Understanding Australian Pipe Marking Standards (AS 1345-1995)

AS 1345-1995 is the Australian pipe marking standard providing a consistent system for identifying the content of pipes and ducts in the workplace. By understanding and following applicable labeling standards, workers are able to quickly identify a pipe’s contents and take the proper safety measures.

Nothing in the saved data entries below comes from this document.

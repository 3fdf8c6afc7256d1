import type { Setup, Side, Simulation } from '../../solver/index.ts';

/** The four sides of a box, as in a setup. */
export type Sides = Setup['sides'];

/** Random numbers in 0 to 1, the same for the same seed (mulberry32, public domain). */
function randomNumbers(seed: number): () => number {
  let state = seed >>> 0;
  return () => {
    state = (state + 0x6d2b79f5) >>> 0;
    let t = Math.imul(state ^ (state >>> 15), 1 | state);
    t = (t + Math.imul(t ^ (t >>> 7), 61 | t)) ^ t;
    return ((t ^ (t >>> 14)) >>> 0) / 4294967296;
  };
}

/** The four fields a simulation shows. */
export const FIELDS = ['phi', 'ux', 'uy', 'pressure'] as const;

/** All entries of the four fields, field after field and row after row; solids left out. */
export function fieldValues(simulation: Simulation): number[] {
  const { nx, ny, solid } = simulation.setup;
  const values: number[] = [];
  for (const name of FIELDS) {
    const field = simulation[name];
    for (let y = 0; y < ny; y++) {
      for (let x = 0; x < nx; x++) if (!solid?.[y * nx + x]) values.push(field.get(x, y));
    }
  }
  return values;
}

/** A state with phi anywhere in 0 to 1, speeds up to 0.025 sqrt 2 and pressures up to 0.005, without any smoothness. */
export function randomState(nx: number, ny: number, seed: number): NonNullable<Setup['initial']> {
  const next = randomNumbers(seed);
  const r = Float64Array.from({ length: 4 * nx * ny }, next);
  const at = (x: number, y: number, n: number): number => r[4 * (y * nx + x) + n];
  return {
    phi: (x, y) => at(x, y, 0),
    velocity: (x, y) => ({ x: 0.05 * (at(x, y, 1) - 0.5), y: 0.05 * (at(x, y, 2) - 0.5) }),
    pressure: (x, y) => 0.01 * (at(x, y, 3) - 0.5),
  };
}

/** Solid cells that touch a wall, the periodic ends and each other by a corner; none in boxes too small for them. */
export function cornerSolids(nx: number, ny: number): Uint8Array {
  const solid = new Uint8Array(nx * ny);
  if (nx < 7 || ny < 3) return solid;
  for (const [x, y] of [
    [4, 0],
    [3, 1],
    [4, 1],
    [nx - 1, 2],
    [0, ny - 1],
    [1, ny - 1],
  ]) {
    solid[y * nx + x] = 1;
  }
  return solid;
}

/** A distance that is negative in solids and puts their faces at uneven places between cells; periodic in the box. */
export function unevenFaces(nx: number, ny: number, solid: Uint8Array, seed: number): NonNullable<Setup['solidDistance']> {
  const next = randomNumbers(seed);
  const corners = Float64Array.from({ length: nx * ny }, (_, i) => (solid[i] === 1 ? -1 : 1) * (0.05 + next()));
  const at = (x: number, y: number): number => corners[(((y % ny) + ny) % ny) * nx + (((x % nx) + nx) % nx)];
  return (x, y) => {
    const [x0, y0] = [Math.floor(x), Math.floor(y)];
    const [a, b] = [x - x0, y - y0];
    return (1 - b) * ((1 - a) * at(x0, y0) + a * at(x0 + 1, y0)) + b * ((1 - a) * at(x0, y0 + 1) + a * at(x0 + 1, y0 + 1));
  };
}

/** Two fluids at a density ratio of 10 and a viscosity ratio of 5: mild enough for states without any smoothness. */
export const MILD_PAIR = {
  liquid: { density: 1, viscosity: 0.05 },
  gas: { density: 0.1, viscosity: 0.01 },
  surfaceTension: 0.01,
} as const;

/** Density and shape of a round bubble of radius `radius` around (cx, cy) with the profile of width W. */
export const roundBubble =
  (cx: number, cy: number, radius: number, W = 5) =>
  (x: number, y: number): number =>
    0.5 + 0.5 * Math.tanh((2 * (Math.hypot(x - cx, y - cy) - radius)) / W);

/** Every kind of side in every place, with corners of two kinds. */
export const SIDE_KINDS: Record<string, Sides> = {
  'periodic all round': all('periodic', 'periodic'),
  'walls left and right, periodic ends': all('wall', 'periodic'),
  'slip left, wall right, periodic ends': { left: 'slip', right: 'wall', bottom: 'periodic', top: 'periodic' },
  'moving walls left and right, periodic ends': { left: { speed: 0.03 }, right: { speed: -0.05 }, bottom: 'periodic', top: 'periodic' },
  'periodic across, wall below and slip above': { left: 'periodic', right: 'periodic', bottom: 'wall', top: 'slip' },
  'periodic across, moving walls below and above': {
    left: 'periodic',
    right: 'periodic',
    bottom: { speed: 0.04 },
    top: { speed: -0.02 },
  },
  'walls all round': all('wall', 'wall'),
  'slip all round': all('slip', 'slip'),
  'wall, slip, moving and wall': { left: 'wall', right: 'slip', bottom: 'wall', top: { speed: 0.05 } },
  'moving, wall, slip and slip': { left: { speed: 0.03 }, right: 'wall', bottom: 'slip', top: 'slip' },
  'slip, moving, moving and wall': { left: 'slip', right: { speed: 0.02 }, bottom: { speed: -0.03 }, top: 'wall' },
};

function all(across: Side, along: Side): Sides {
  return { left: across, right: across, bottom: along, top: along };
}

The standard was developed by Standards Australia—basically the Australian equivalent of the American National Standards Institute (ANSI). Like ANSI, Standards Australia is the country’s leading standards development body and a member of the International Organization for Standardization (ISO). Similarly, Standards Australia are not responsible for enforcing or regulating standards, only developing consensus standards that may or may not be adopted as law.

AS 1345 was created (like ANSI/ASME A13.1) to establish consistency across industries through the use of colors, symbols, and other general requirements.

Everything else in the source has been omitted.